= William Selby (died 1612) =

English Member of Parliament and soldier

William Selby (died 1612), was an English member of parliament and soldier at Berwick upon Tweed.

==Biography==
William Selby was a son of Sir John Selby of Branxton and Twizell and his wife Margaret. He was knighted on 10 June 1603. The Selby family had several branches in Northumberland.

According to the inscription on his tomb at St Peter's Ightham, William Selby was a soldier at the Siege of Leith in 1560, at Newhaven in France, at the capture of Edinburgh Castle in 1573, and at Hume Castle in 1569. He served in Ireland for three years and was governor of Amersfoort in the Netherlands.

Because of his skill in the French language, the English diplomat Robert Bowes employed him to escort the French favourite Esmé Stewart, 1st Duke of Lennox south from Berwick-upon-Tweed in December 1582.

Selby served with the Earl of Leicester in the Netherlands in 1586. The Selby family had a feud with Sir Cuthbert Collingwood. On 6 November 1586 Collingwood was returning from Newcastle to his home, with his wife and daughter, when he encountered William Selby and his armed followers. Collingwood was shot but survived, and one of his companions William Clavering was killed.

Selby was made a Captain at Berwick in 1587, and a gentleman porter at Berwick in 1595 jointly with his nephew, also "William Selby". He was member of Parliament for Berwick in 1589, 1593, 1597, 1601 and 1604.

In December 1590 Selby, already described as gentleman porter, was instructed to take an inventory of arms and gunpowder at Berwick and Carlisle. In 1591 he came to London to apply unsuccessfully for the position of Comptroller of Berwick. At this time he purchased Ightham Mote from Charles Allen. In 1593 John Carey noted that he held three fee paying positions at Berwick but had not been seen in the town for two years. On account of his track record as an "absentee pensioner" and poor management skills, in December 1593 Carey wrote to William Cecil advising that Selby should not be appointed Comptroller of the Works in the place of Nicolas Errington, who had recently died, because as comptroller Selby would make all at Berwick "weary of their places".

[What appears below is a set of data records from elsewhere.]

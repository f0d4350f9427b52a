"""Quantities that follow from the unknowns of a stack, computed for every draw."""

from __future__ import annotations

from collections.abc import Mapping

import numpy as np
from numpy.typing import NDArray

from inverse.description.sample.places import BoundStack, Slots
from inverse.description.sample.slots import ComputedSlot

__all__ = ["derived"]

Array = NDArray[np.float64]

FREQUENCY = 0.05
"""Frequency in THz at which reflection coefficients are reported."""


SILICA = ("SiO2", 2.20, 5.968)
"""Fused silica, the interlayer most often suspected: density in g/cm3, velocity in nm/ps (reference tables)."""


def derived(
    bound: BoundStack,
    values: Mapping[str, Array],
    *,
    interlayer: tuple[str, float, float] = SILICA,
    frequency: float = FREQUENCY,
) -> dict[str, Array]:
    """Compute the derived quantities of a stack.

    Parameters
    ----------
    bound : BoundStack
    values : mapping
        Unknown name -> array of any one shape.
    interlayer : (str, float, float)
        Name, density (g/cm3) and velocity (nm/ps) of the interlayer whose equivalent thickness is reported.
    frequency : float
        THz, of the reported reflection coefficient.

    Returns
    -------
    dict
        Per layer ``c33 = rho v^2`` (GPa; of one known by its constants ``velocity`` and
        ``longitudinal_modulus = rho v^2``), ``round_trip = 2 d / v`` (ps) and ``impedance_ratio = Z / Z_below``;
        per interface ``stiffness`` (GPa/nm; inf for a perfect bond), the magnitude of the displacement's reflection,
        ``(Z1 - Z2 + s Z1 Z2 / K) / (Z1 + Z2 + s Z1 Z2 / K)`` (Schoenberg 1980; Tas et al. 1998), and
        ``equivalent_thickness`` (nm) of a thin welded interlayer of impedance Z whose reflection has the same
        magnitude to second order in frequency, ``(c33 / K) / sqrt((1 - Z^2 / Z1^2) (1 - Z^2 / Z2^2))``: the layer's
        inertia takes back part of what its compliance does. There is none unless Z is below both. Only what
        depends on an unknown is returned.
    """
    media = [_acoustic(bound, slots, values) for slots in bound.media if "velocity" in slots]
    out: dict[str, Array] = {}
    for name, slots, (density, velocity), (lower_density, lower_velocity) in zip(
        bound.names, bound.media, media, media[1:], strict=False
    ):
        modulus = "longitudinal_modulus" if isinstance(slots["velocity"], ComputedSlot) else "c33"
        if f"{name}.{modulus}" in out or slots["thickness"].terms:
            # Periods have the same values; a slice of a graded layer has none of its own.
            continue
        thickness = bound.fill(slots, values)["thickness"]
        out[f"{name}.{modulus}"] = np.asarray(density * velocity**2)
        if isinstance(slots["velocity"], ComputedSlot):
            out[f"{name}.velocity"] = np.asarray(velocity)
        out[f"{name}.round_trip"] = np.asarray(2 * thickness / velocity)
        out[f"{name}.impedance_ratio"] = np.asarray(density * velocity / (lower_density * lower_velocity))
    for j, slots in enumerate(bound.interfaces[: len(media) - 1]):
        place = f"{bound.names[j]}|{bound.names[j + 1]}"
        compliance = np.asarray(bound.fill(slots, values)["compliance"])
        z1, z2 = (density * velocity for density, velocity in media[j : j + 2])
        spring = 2j * np.pi * frequency * z1 * z2 * compliance
        with np.errstate(divide="ignore"):
            out[f"{place}.stiffness"] = np.asarray(1 / compliance)
        _, layer_density, layer_velocity = interlayer
        z = layer_density * layer_velocity
        if np.all(z < np.minimum(z1, z2)):
            part = np.sqrt((1 - (z / z1) ** 2) * (1 - (z / z2) ** 2))
            out[f"{place}.equivalent_thickness"] = np.asarray(z * layer_velocity * compliance / part)
        out[f"{place}.reflection"] = np.abs((z1 - z2 + spring) / (z1 + z2 + spring))
    return {name: value for name, value in out.items() if value.ndim}


def _acoustic(bound: BoundStack, slots: Slots, values: Mapping[str, Array]) -> tuple[Array, Array]:
    filled = bound.fill(slots, values)
    if "density_ratio" in filled:
        filled["density"] = np.asarray(filled["density_ratio"]) * filled["substrate_density"]
    return np.asarray(filled["density"]), np.asarray(filled["velocity"])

In May 1594 William's brother-in-law, Captain George Selby captured two fugitives from the Scottish court, Jacob Kroger a goldsmith serving Anne of Denmark and Guillaume Martyn, a French attendant in the stables of James VI of Scotland. They had taken some jewelry belonging to the queen. A letter of John Carey gives some details. According to Carey the two men absconded because they had not been paid. They crossed the Tweed near Kelso and came to Tweedmouth. The Earl of Bothwell, who was a fugitive in the north of England, met them at North Shields and took all their possessions. Then George Selby and Thomas Power of Tynemouth arrested them, and they were handed over to the Scottish depute warden of the East March by William's father, Sir John Selby of Twizell. The two men were taken to Edinburgh and executed.

In 1595, Selby was involved in claiming back pay for himself and his soldiers. In August 1596 he achieved his ambition to be Comptroller of Ordinance in the North and reported on the state of the iron gates of Berwick which were consumed with rust. He claimed his authority was less than that granted to Errington and complained that Lord Scrope at Carlisle Castle had refused to allow his officer to carry out an inspection. Selby's father, John Selby died on 20 November 1595, and soon after a Scottish raiding party led by William Kerr of Cessford robbed his mother's barns at Twizell and Weetwood near Wooler.

On 27 March 1603, William Selby, as Gentlemen Porter of Berwick, rode to Holyrood Palace to hand the keys of Berwick to James VI of Scotland at the Union of the Crowns, and on 6 April 1603 the king knighted him at Berwick. Selby became keeper of Tynemouth Castle in 1607.

Selby died at Ightham Mote in Kent on New Year's day 1612. His estates passed to his nephew, William Selby (died 1638).